Not in every scenario. But as a rule of thumb, test before you perform a split operation in a production environment.
Every year around this time we plan, test and deploy partitions for tables that will hold historical data from the next year. We typically create one partition per month and in one case a partition per day (which has its own sliding window schedule every month).
This has been a very busy year, and between the migrations and consolidations a historical table did not have partitions added for October and November. I took the decision to keep the data as-is and just add a new partitions starting on 11/12; one for each day. This table holds around 30 million rows per day.
Now, we usually partition tables using RIGHT functions in order to have the last boundary empty and able to split it beforehand without any locking. The table I mention in the above paragraph is using a LEFT partition function and all the current data is sitting in the rightmost partition.
Issuing a Split partition of the rightmost data will let the engine scan and move the data for the current partition. This is something that can be fine in systems with a few million rows, but not with a partition holding 500+ million rows. We tried on a testing environment and as expected it locked the table for a very long time. DML operations were not able to be performed against it until the split succeeded.
-- Using new filegroup
ALTER PARTITION SCHEME [ps_Left_day_sliding] NEXT USED [OEN_Lists_2010_11];
ALTER PARTITION FUNCTION [pf_Left_day_sliding] () SPLIT RANGE ('2010-11-12 00:00:00.000');
This is the table which has a partition per day.
We are not going to purse that route. We will create a brand new table with proper RIGHT partitions and swap it with the current one. We have that liberty as the data is purely historical, and DBAs retrieve from it when required. They will know where to look at after reading at the documentation they write after performing such a change.
We went ahead and also tested with RIGHT just to double make sure. It worked just fine.

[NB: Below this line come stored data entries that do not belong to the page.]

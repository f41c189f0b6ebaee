import type { z } from 'zod';
import type { Example } from '../../../contract/defineCalculator';
import type { daylightIn } from '../../../contract/daylightIn';
import type { flashDaylightOut } from '../daylight';

/** Questions that a photographer asks, with their answers. */
export const daylightExamples: readonly Example<
  z.input<typeof daylightIn>,
  z.output<typeof flashDaylightOut>
>[] = [
  {
    title:
      'f/2 against a sunlit hill with a sync speed of 1/200: filter or high-speed sync? Both may reach, and which is better is not known',
    input: {
      background: { ev100: 15 },
      subjectAmbient: { belowBackgroundStops: 2 },
      aperture: 'f/2',
      iso: 100,
      syncSpeed: '1/200',
      flash: { guideNumberM: 40, distanceM: 2 },
      view: { focalLengthMm: 85, distanceM: 3 },
    },
    output: {
      conflictStops: 5.333333333333332,
      asWanted: null,
      ways: [
        {
          way: 'smallerAperture',
          settings: {
            aperture: { exact: 12.699208415745591, mark: 'f/13', residualStops: -9.610279511444754e-16 },
            shutter: { exact: 0.0049215666011518475, mark: '1/200', residualStops: 0 },
            iso: { exact: 100, mark: '100', residualStops: 0 },
            ndStops: 0,
          },
          power: { exact: 0.30238105197476917, mark: '1/4+1/3', residualStops: 0.05889368905357046 },
          withinPower: true,
          reserveStops: 1.725560355720237,
          whatHelps: null,
          depth: { nearM: 2.6137232082148096, farM: 3.5202506182900977, totalM: 0.9065274100752883 },
          costs: [
            {
              code: 'focus_deepens',
              stops: 5.333333333333332,
              message: 'The aperture closes by 5.33 stops, so more of the depth is sharp.',
            },
            {
              code: 'flash_loses_by_aperture',
              stops: 5.333333333333332,
              message: 'The smaller aperture takes 5.33 stops of the flash as well.',
            },
          ],
        },
        {
          way: 'neutralDensity',
          settings: {
            aperture: { exact: 2, mark: 'f/2', residualStops: 0 },
            shutter: { exact: 0.0049215666011518475, mark: '1/200', residualStops: 0 },
            iso: { exact: 100, mark: '100', residualStops: 0 },
            ndStops: 5.333333333333332,
          },
          power: { exact: 0.30238105197476917, mark: '1/4+1/3', residualStops: 0.05889368905357046 },
          withinPower: true,
          reserveStops: 1.725560355720237,
          whatHelps: null,
          depth: { nearM: 2.931762800238172, farM: 3.0714893553776617, totalM: 0.13972655513948962 },
          costs: [
            {
              code: 'flash_loses_by_filter',
              stops: 5.333333333333332,
              message: 'The filter takes 5.33 stops of the flash as well.',
            },
            {
              code: 'finder_darkens',
              stops: 5.333333333333332,
              message:
                'An optical finder darkens by 5.33 stops; focus before the filter goes on. Strong filters tint.',
            },
          ],
        },
        {
          way: 'highSpeedSync',
          settings: {
            aperture: { exact: 2, mark: 'f/2', residualStops: 0 },
            shutter: { exact: 0.00012207031250000008, mark: '1/8000', residualStops: -9.610279511444756e-16 },
            iso: { exact: 100, mark: '100', residualStops: 0 },
            ndStops: 0,
          },
          power: { exact: 0.21229999999999982, mark: '1/8+2/3', residualStops: -0.09750960968926045 },
          withinPower: true,
          reserveStops: 2.235823723644073,
          whatHelps: null,
          depth: { nearM: 2.931762800238172, farM: 3.0714893553776617, totalM: 0.13972655513948962 },
          reserveRange: { lowStops: 0.735823723644073, highStops: 2.235823723644073 },
          costs: [
            {
              code: 'flash_loses_by_spreading',
              stops: 4.823069965409497,
              message: 'The light is spread over curtain and exposure, which takes 4.82 stops of it.',
            },
            {
              code: 'no_freezing_pulse',
              stops: null,
              message: 'The flash no longer freezes; the shutter does.',
            },
            {
              code: 'more_heat',
              stops: null,
              message: 'High-speed sync drains the battery and heats the head more than one pulse.',
            },
          ],
        },
      ],
      better: null,
    },
  },
  {
    title:
      'The same with filters of 3, 6 and 10 stops at hand and high-speed sync measured at 0.8 stops over the model: the filter is stronger than needed, and high-speed sync leaves the flash more',
    input: {
      background: { ev100: 15 },
      subjectAmbient: { belowBackgroundStops: 2 },
      aperture: 'f/2',
      iso: 100,
      syncSpeed: '1/200',
      flash: { guideNumberM: 40, distanceM: 2 },
      ndStops: [3, 6, 10],
      highSpeedSync: { extraLossStops: 0.8 },
    },
    output: {
      conflictStops: 5.333333333333332,
      asWanted: null,
      ways: [
        {
          way: 'smallerAperture',
          settings: {
            aperture: { exact: 12.699208415745591, mark: 'f/13', residualStops: -9.610279511444754e-16 },
            shutter: { exact: 0.0049215666011518475, mark: '1/200', residualStops: 0 },
            iso: { exact: 100, mark: '100', residualStops: 0 },
            ndStops: 0,
          },
          power: { exact: 0.30238105197476917, mark: '1/4+1/3', residualStops: 0.05889368905357046 },
          withinPower: true,
          reserveStops: 1.725560355720237,
          whatHelps: null,
          costs: [
            {
              code: 'focus_deepens',
              stops: 5.333333333333332,
              message: 'The aperture closes by 5.33 stops, so more of the depth is sharp.',
            },
            {
              code: 'flash_loses_by_aperture',
              stops: 5.333333333333332,
              message: 'The smaller aperture takes 5.33 stops of the flash as well.',
            },
          ],
        },
        {
          way: 'neutralDensity',
          settings: {
            aperture: { exact: 2, mark: 'f/2', residualStops: 0 },
            shutter: { exact: 0.007812500000000005, mark: '1/125', residualStops: -9.610279511444756e-16 },
            iso: { exact: 100, mark: '100', residualStops: 0 },
            ndStops: 6,
          },
          power: { exact: 0.47999999999999976, mark: '1/2', residualStops: 0.05889368905356923 },
          withinPower: true,
          reserveStops: 1.0588936890535692,
          whatHelps: null,
          costs: [
            {
              code: 'flash_loses_by_filter',
              stops: 6,
              message: 'The filter takes 6 stops of the flash as well.',
            },
            {
              code: 'finder_darkens',
              stops: 6,
              message:
                'An optical finder darkens by 6 stops; focus before the filter goes on. Strong filters tint.',
            },
            {
              code: 'filter_stronger_than_needed',
              stops: 0.6666666666666677,
              message:
                'The filter is 0.67 stops stronger than needed; the shutter is slower by that. A higher ISO instead would give the flash as much back.',
            },
          ],
        },
        {
          way: 'highSpeedSync',
          settings: {
            aperture: { exact: 2, mark: 'f/2', residualStops: 0 },
            shutter: { exact: 0.00012207031250000008, mark: '1/8000', residualStops: -9.610279511444756e-16 },
            iso: { exact: 100, mark: '100', residualStops: 0 },
            ndStops: 0,
          },
          power: { exact: 0.3696357691755339, mark: '1/4+2/3', residualStops: 0.10249039031073999 },
          withinPower: true,
          reserveStops: 1.4358237236440732,
          whatHelps: null,
          costs: [
            {
              code: 'flash_loses_by_spreading',
              stops: 5.623069965409496,
              message: 'The light is spread over curtain and exposure, which takes 5.62 stops of it.',
            },
            {
              code: 'no_freezing_pulse',
              stops: null,
              message: 'The flash no longer freezes; the shutter does.',
            },
            {
              code: 'more_heat',
              stops: null,
              message: 'High-speed sync drains the battery and heats the head more than one pulse.',
            },
          ],
        },
      ],
      better: 'highSpeedSync',
    },
  },
  {
    title: 'Later, at EV 9, f/2.8 fits the sync speed as it is',
    input: {
      background: { ev100: 9 },
      subjectAmbient: { ev100: 7.5 },
      aperture: 'f/2.8',
      iso: 100,
      syncSpeed: '1/200',
      flash: { guideNumberM: 40, distanceM: 2 },
      aim: { backgroundStops: -1 },
    },
    output: {
      conflictStops: -0.6666666666666661,
      asWanted: {
        settings: {
          aperture: { exact: 2.82842712474619, mark: 'f/2.8', residualStops: 0 },
          shutter: { exact: 0.007812499999999996, mark: '1/125', residualStops: 9.61027951144475e-16 },
          iso: { exact: 100, mark: '100', residualStops: 0 },
          ndStops: 0,
        },
        power: { exact: 0.01646446609406725, mark: '1/64', residualStops: -0.07549953953294775 },
        withinPower: true,
        reserveStops: 5.924500460467052,
        whatHelps: null,
      },
      ways: [],
      better: null,
    },
  },
];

CREATE PARTITION FUNCTION [pf_Left_day_sliding1](datetime) AS RANGE RIGHT FOR VALUES (N'2010-09-03T00:00:00.000', N'2010-09-04T00:00:00.000', N'2010-09-05T00:00:00.000', N'2010-11-12T00:00:00.000') ;
CREATE PARTITION SCHEME [ps_Left_day_sliding1] AS PARTITION [pf_Left_day_sliding1] TO ([PRIMARY], [PRIMARY], [PRIMARY], [PRIMARY], [OEN_Lists_2010_11]) ;
CREATE TABLE [dbo].[batchresults_buffer1](
[column1] [bigint] NOT NULL,
[column2] [datetime] NOT NULL,
[column3] [int] NOT NULL,
[column4] [int] NOT NULL,
[column5] [int] NOT NULL,
[column6] [varchar](200) NOT NULL,
) ON [ps_Left_day_sliding1]([column2]);
CREATE UNIQUE CLUSTERED INDEX [PK__batchresults_buf__2077C861] ON [dbo].[batchresults_buffer1]
)WITH (PAD_INDEX = OFF, STATISTICS_NORECOMPUTE = OFF, SORT_IN_TEMPDB = OFF, IGNORE_DUP_KEY = OFF, DROP_EXISTING = OFF, ONLINE = OFF, ALLOW_ROW_LOCKS = ON, ALLOW_PAGE_LOCKS = ON) ON [ps_Left_day_sliding1]([datecreated]) ;
INSERT INTO [batchresults_buffer1] (column1, column2, column3, column4, column5, column6)
column1, column2, column3, column4, column5, column6
FROM batchresults_buffer; — This table contains sample data, 50 million rows.
ALTER PARTITION SCHEME [ps_Left_day_sliding1] NEXT USED [OEN_Lists_2010_11];
ALTER PARTITION FUNCTION [pf_Left_day_sliding1] () SPLIT RANGE (‘2010-11-12 00:00:00.000’);
I do not see that need for us to use LEFT. All future deployment will use RIGHT instead.